**Task brief**
A single number is expected: the count of lines below where the word "filter" occurs.

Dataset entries
***
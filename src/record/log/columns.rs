//! Which column of a log holds what.

use super::choices::LogChoices;
use super::instant::is_time;
use crate::fault::{Code, Fault, Faults};
use crate::record::date::is_date;
use crate::record::names::{Role, Unit};
use crate::record::rows::{Row, excerpt};
use crate::record::sheet::{amount, unit_in};
use crate::record::time::seconds;
use crate::record::words::{WAVELENGTH, folded, has};
use serde::Serialize;

/// How the times of a log are written.
#[derive(Debug, Clone, Copy, PartialEq, Eq, Serialize)]
#[serde(rename_all = "snake_case")]
pub enum Times {
    /// ISO 8601 with a date.
    Iso,
    /// The time of the day alone.
    OfDay,
    /// A number of seconds, minutes or hours since some start.
    Elapsed,
    /// There are none that can be read: rows are numbered.
    None,
}

/// The words by which a header names its columns, the more telling first: an averaging time is no time of a row, and the
/// corrected power of a log that was written here is not its reading.
const WORDS: &[(Role, &[&str])] = &[
    (
        Role::Ignored,
        &["correct", "korrigi", "corrig", "corregid", "uncert", "unsicher", "incertid", "reason"],
    ),
    (
        Role::Ignored,
        &[
            "source", "laser", "quelle", "averag", "mittel", "moyenn", "promed", "integr", "temperat",
            "humid", "feucht",
        ],
    ),
    (Role::Status, &["status", "state", "flag", "overload", "valid", "quality", "zustand", "etat", "estado"]),
    (Role::PowerUnit, &["unit", "einheit", "unidad"]),
    (Role::Power, &["reading", "indicat", "anzeige", "messwert", "lecture", "lectura"]),
    (Role::Range, &["range", "bereich", "gamme", "calibre", "rango", "gain"]),
    (Role::Time, &["time", "zeit", "temps", "heure", "tiempo", "hora", "elapsed"]),
    (Role::Date, &["date", "datum", "fecha", "day"]),
    (Role::Wavelength, WAVELENGTH),
    (Role::Wavelength, &["wl", "setting", "einstellung", "reglage", "ajuste"]),
    (Role::Power, &["power", "level", "leistung", "pegel", "puissance", "niveau", "potencia", "nivel"]),
];

/// The columns that are read.
#[derive(Debug, Clone, PartialEq)]
pub(super) struct LogColumns {
    pub(super) roles: Vec<(Role, Option<Unit>)>,
    pub(super) times: Times,
    pub(super) has_header: bool,
}

impl LogColumns {
    /// The place of a role.
    pub(super) fn index(&self, role: Role) -> Option<usize> {
        self.roles.iter().position(|(one, _)| *one == role)
    }

    /// The unit of a role's column.
    pub(super) fn unit(&self, role: Role) -> Option<Unit> {
        self.roles.iter().find(|(one, _)| *one == role).and_then(|(_, unit)| *unit)
    }
}

/// Finds the columns: by choice, by the words of the header, else by what stands in them. What was assumed goes to
/// `said`, what must be chosen to `faults`.
pub(super) fn columns(
    headings: &[String],
    rows: &[&Row],
    has_header: bool,
    choices: &LogChoices,
    said: &mut Vec<String>,
    faults: &mut Faults,
) -> LogColumns {
    let width = headings.len();
    let mut roles: Vec<Option<Role>> = vec![None; width];
    for (at, choice) in choices.table.columns.iter().enumerate() {
        match (roles.get_mut(choice.index), choice.role) {
            (Some(slot), Some(role)) if known(role) => *slot = Some(role),
            (Some(_), None) => {}
            (Some(_), Some(role)) => {
                let sentence = format!("A log has no column of the role {}.", role.name());
                let pointer = format!("/choices/columns/{at}/role");
                faults.push(Fault::new(&pointer, Code::Conflict, role.name().into(), &sentence));
            }
            (None, _) => {
                let sentence = format!(
                    "The index must be below {width}, the number of columns; {} was given.",
                    choice.index
                );
                let pointer = format!("/choices/columns/{at}/index");
                faults.push(Fault::new(&pointer, Code::Range, (choice.index as f64).into(), &sentence));
            }
        }
    }
    let column = Column { rows };
    for (role, words) in WORDS {
        for (index, heading) in headings.iter().enumerate() {
            if is_free(&roles, index, *role) && has(&folded(heading), words) {
                roles[index] = Some(*role);
            }
        }
    }
    for (index, heading) in headings.iter().enumerate() {
        if let Some(role) = unit_in(heading).and_then(role_of_unit)
            && is_free(&roles, index, role)
        {
            roles[index] = Some(role);
        }
    }
    if !has_header {
        by_content(&mut roles, &column, said);
    }
    if !roles.contains(&Some(Role::Power)) {
        match (0..width)
            .find(|index| roles.get(*index) == Some(&None) && column.mostly(*index, |c| amount(c).is_some()))
        {
            Some(index) => {
                roles[index] = Some(Role::Power);
                if has_header {
                    said.push(format!("{} was taken for the reading.", column_name(headings, index)));
                }
            }
            None => {
                let sentence = "A log needs a column of readings; none was found: choose the columns.";
                faults.push(Fault::missing("/choices/columns", sentence));
            }
        }
    }
    let mut columns = LogColumns {
        roles: roles.iter().map(|role| (role.unwrap_or(Role::Ignored), None)).collect(),
        times: Times::None,
        has_header,
    };
    units(&mut columns, headings, &column, choices, faults);
    times(&mut columns, &column, said);
    columns
}

fn known(role: Role) -> bool {
    role == Role::Ignored || WORDS.iter().any(|(one, _)| *one == role)
}

/// The role that a unit alone speaks of.
fn role_of_unit(unit: Unit) -> Option<Role> {
    match unit {
        Unit::Nanometre | Unit::Micrometre => Some(Role::Wavelength),
        Unit::Second | Unit::Millisecond | Unit::Minute | Unit::Hour => Some(Role::Time),
        _ => Role::Power.units().contains(&unit).then_some(Role::Power),
    }
}

/// Whether a column has no role yet and may have this one; each stands once, but for what is not read.
fn is_free(roles: &[Option<Role>], index: usize, role: Role) -> bool {
    roles.get(index) == Some(&None) && (role == Role::Ignored || !roles.contains(&Some(role)))
}

/// Without a header: times look like times; of two columns of numbers the first is the time.
fn by_content(roles: &mut [Option<Role>], column: &Column, said: &mut Vec<String>) {
    let free = |roles: &[Option<Role>], test: fn(&str) -> bool| {
        (0..roles.len()).find(|index| roles.get(*index) == Some(&None) && column.mostly(*index, test))
    };
    let has = |roles: &[Option<Role>], role| roles.contains(&Some(role));
    if !has(roles, Role::Time) && !has(roles, Role::Date) {
        if let Some(day) = free(roles, is_date) {
            roles[day] = Some(Role::Date);
        }
        if let Some(time) = free(roles, |cell| seconds(cell).is_some()) {
            roles[time] = Some(Role::Time);
        } else if let Some(first) = free(roles, |cell| amount(cell).is_some())
            && !has(roles, Role::Date)
            && !has(roles, Role::Power)
        {
            roles[first] = Some(Role::Time);
            if free(roles, |cell| amount(cell).is_some()).is_none() {
                roles[first] = None;
            } else {
                said.push(
                    "Without a header, column 1 of the numbers was taken for the time in s.".to_owned(),
                );
            }
        }
    }
}

/// The units: by choice, by the header, by the cells; of a power nothing is assumed.
fn units(
    columns: &mut LogColumns,
    headings: &[String],
    column: &Column,
    choices: &LogChoices,
    faults: &mut Faults,
) {
    let has_unit_column = columns.index(Role::PowerUnit).is_some();
    for (index, (role, unit)) in columns.roles.iter_mut().enumerate() {
        let allowed = role.units();
        if allowed.is_empty() {
            continue;
        }
        let chosen = choices.table.columns.iter().find(|choice| choice.index == index).and_then(|c| c.unit);
        let heading = headings.get(index).map_or("", String::as_str);
        let ours = |unit: &Unit| allowed.contains(unit);
        *unit = chosen.or_else(|| unit_in(heading).filter(ours)).or_else(|| column.unit(index).filter(ours));
        if unit.is_some() {
            continue;
        }
        let foreign =
            heading.split_once(['(', '[']).map_or("", |(_, unit)| unit.trim_end_matches([')', ']', ' ']));
        match role {
            Role::Power if !has_unit_column => {
                let sentence = "The readings name no unit, and a number means something else in W than in dBm: choose the \
                                unit of the column.";
                faults.push(Fault::missing("/choices/columns", sentence));
            }
            Role::Time if !foreign.is_empty() && column.mostly(index, |cell| amount(cell).is_some()) => {
                let sentence = format!(
                    "The times are in \"{}\", which is not known here: choose the unit.",
                    excerpt(foreign)
                );
                faults.push(Fault::missing("/choices/columns", &sentence));
            }
            Role::Time => *unit = Some(Unit::Second),
            Role::Wavelength => *unit = Some(Unit::Nanometre),
            _ => {}
        }
    }
}

/// How the times are written.
fn times(columns: &mut LogColumns, column: &Column, said: &mut Vec<String>) {
    // A column of days that hold the time of the day too is one of times.
    if let (None, Some(day)) = (columns.index(Role::Time), columns.index(Role::Date))
        && !column.mostly(day, is_date)
    {
        columns.roles[day] = (Role::Time, Some(Unit::Second));
    }
    let (time, day) = (columns.index(Role::Time), columns.index(Role::Date));
    columns.times = match (time, day) {
        (Some(time), Some(day)) if column.mostly(day, is_date) && column.mostly(time, is_time) => Times::Iso,
        (Some(time), None) if column.mostly(time, |cell| amount(cell).is_some()) => Times::Elapsed,
        (Some(time), None)
            if column.mostly(time, |cell| {
                cell.len() > 10 && seconds(cell).is_some() && cell.get(..10).is_some_and(is_date)
            }) =>
        {
            Times::Iso
        }
        (Some(time), None) if column.mostly(time, is_time) => Times::OfDay,
        _ => Times::None,
    };
    // What ISO 8601 writes has its units in itself.
    if let Some(slot) = time.and_then(|time| columns.roles.get_mut(time))
        && columns.times != Times::Elapsed
    {
        slot.1 = None;
    }
    let first = time.or(day).and_then(|index| column.cells(index).next());
    if let (Times::None, Some(cell)) = (columns.times, first) {
        said.push(format!(
            "Times such as \"{}\" are not written by ISO 8601, and the order of day and month is not guessed: rows are \
             numbered instead.",
            excerpt(cell)
        ));
    }
}

/// The first cells of the columns.
struct Column<'r> {
    rows: &'r [&'r Row<'r>],
}

impl Column<'_> {
    fn cells(&self, index: usize) -> impl Iterator<Item = &str> {
        self.rows.iter().map(move |row| row.cell(index)).filter(|cell| !cell.is_empty()).take(40)
    }

    /// Whether most of the cells that are not empty pass a test.
    fn mostly(&self, index: usize, test: fn(&str) -> bool) -> bool {
        let all = self.cells(index).count();
        let passed = self.cells(index).filter(|cell| test(cell)).count();
        passed > 0 && passed * 2 >= all
    }

    /// The unit behind the first number.
    fn unit(&self, index: usize) -> Option<Unit> {
        self.cells(index).find_map(amount).and_then(|(_, unit)| unit)
    }
}

fn column_name(headings: &[String], index: usize) -> String {
    match headings.get(index) {
        Some(text) if !text.is_empty() => format!("Column {} \"{}\"", index + 1, excerpt(text)),
        _ => format!("Column {}", index + 1),
    }
}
***
**Answer to the exercise**
3